RetroSuburbia: Holmgren's Guide to Resilient Downshifting
By LIFT Economy
TL;DR: David Holmgren Presents RetroSuburbia where he outlines permaculture as a design system for sustainable living.
- Permaculture is a design for sustainable living.
- Balance production from nature-aligned land use.
- Practical permaculture projects offer alternatives to consumerism.
- Holmgren shares core permaculture principles.
- Downshifting tactics promote voluntary simplicity.
Why it matters: This framework offers practical applications for self-sufficiency and community resilience, crucial for adapting to environmental changes and economic shifts.
Do this next: Start a year-long journal to observe and interact with your site resources, identifying patterns for permaculture design.
Recommended for: Homeowners and community organizers interested in practical permaculture applications for suburban resilience.
This video presentation by David Holmgren on RetroSuburbia outlines permaculture as a design system for sustainable living, balancing production from nature-aligned land use with consumption patterns at household to societal scales, featuring practical projects from his work exemplifying attractive alternatives to consumerism. Holmgren explains core principles: observe and interact via year-long journals mapping site resources; catch and store energy with greywater reed beds filtering to orchards; obtain a yield through multi-function elements like living fences of hazels for nuts, windbreaks, and coppice fuel. Self-regulation accepts feedback from experiments like A/B testing compost methods (vermicompost vs. hot piles for speed and quality). No waste via closed loops: kitchen scraps to black soldier fly larvae for chicken feed.
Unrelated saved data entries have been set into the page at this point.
// SPDX-License-Identifier: GPL-2.0-or-later
#pragma once

#include <filesystem>
#include <span>
#include <string>
#include <vector>

#include "io/fits_map_write.h"
#include "model/study_spec.h"
#include "sphere/grid.h"

namespace foreglow {

/// The pixels of a study's `coverage`, for partial-sky files.
struct Coverage {
    std::vector<std::int64_t> ring_pixels;  ///< ascending
    bool says_its_frame = true;             ///< else it is taken to be in the study's
    std::vector<std::int64_t> file_pixels;  ///< in the study's ordering, ascending
};

/// Reads the coverage of a study.
/// @throws InputError where it is on another grid, in another frame, or empty
[[nodiscard]] Coverage read_study_coverage(const StudySpec& study);

/// One map file of a run, written from pieces in RING order and COSMO; it turns them into the file's ordering
/// and convention.
class MapFile {
  public:
    /// @param polarized  whether columns 1 and 2 are Q and U
    MapFile(const std::filesystem::path& path, const FitsMapLayout& layout, bool polarized);

    /// Writes pixels first, first + 1, ... (RING numbers); threads may write disjoint ranges at once. U is
    /// negated in place for IAU.
    /// @param columns  [columns][n]
    void write(std::int64_t first, std::span<const std::span<double>> columns);
    void finish() { writer_.finish(); }

  private:
    HealpixGrid grid_;
    Ordering ordering_;
    bool negate_u_;
    FitsMapWriter writer_;
};

/// Makes the layout that a study's maps share: grid, order, frame, precision, coverage.
[[nodiscard]] FitsMapLayout make_study_layout(const StudySpec& study, const Coverage* coverage,
                                              std::vector<FitsMapColumnName> columns, bool polarized);

}  // namespace foreglow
Design from patterns to details starts with fractal thinking—applying mandala gardens scaling from pots to fields. Integrate rather than segregate: aquaponic greenhouses linking fish effluent to plant nutrients cycling back purified water. Small and slow solutions favor hand tools over machinery for precision and low inputs. Value diversity in polycultures resisting pests better than monocrops. Use edges with pond margins for highest productivity zones. Creatively respond to change via adaptive management, like shifting to cool-season crops in warming climates. Real examples include Melliodora's 40-year evolution: passive solar home retrofitted with rocket stoves, food forest yielding 80% diet needs, and community bioregional learning hubs. Downshifting tactics cover voluntary simplicity: rightsizing homes via internal subdivisions for multi-gen living, skill revival like sewing and blacksmithing, and local economies bartering surpluses. The video stresses suburban focus—most people live there— with tactics like car-free streets as playspaces/planted boulevards, shared laundries cutting energy 60%, and retrofitting McMansions into eco-villages. Q&A likely covers scalability, funding via savings on bills, and metrics like carbon audits showing 4-tonne/person reductions. This delivers concrete, inspiring methods for practitioners to implement permaculture at home for resilient, joyful living.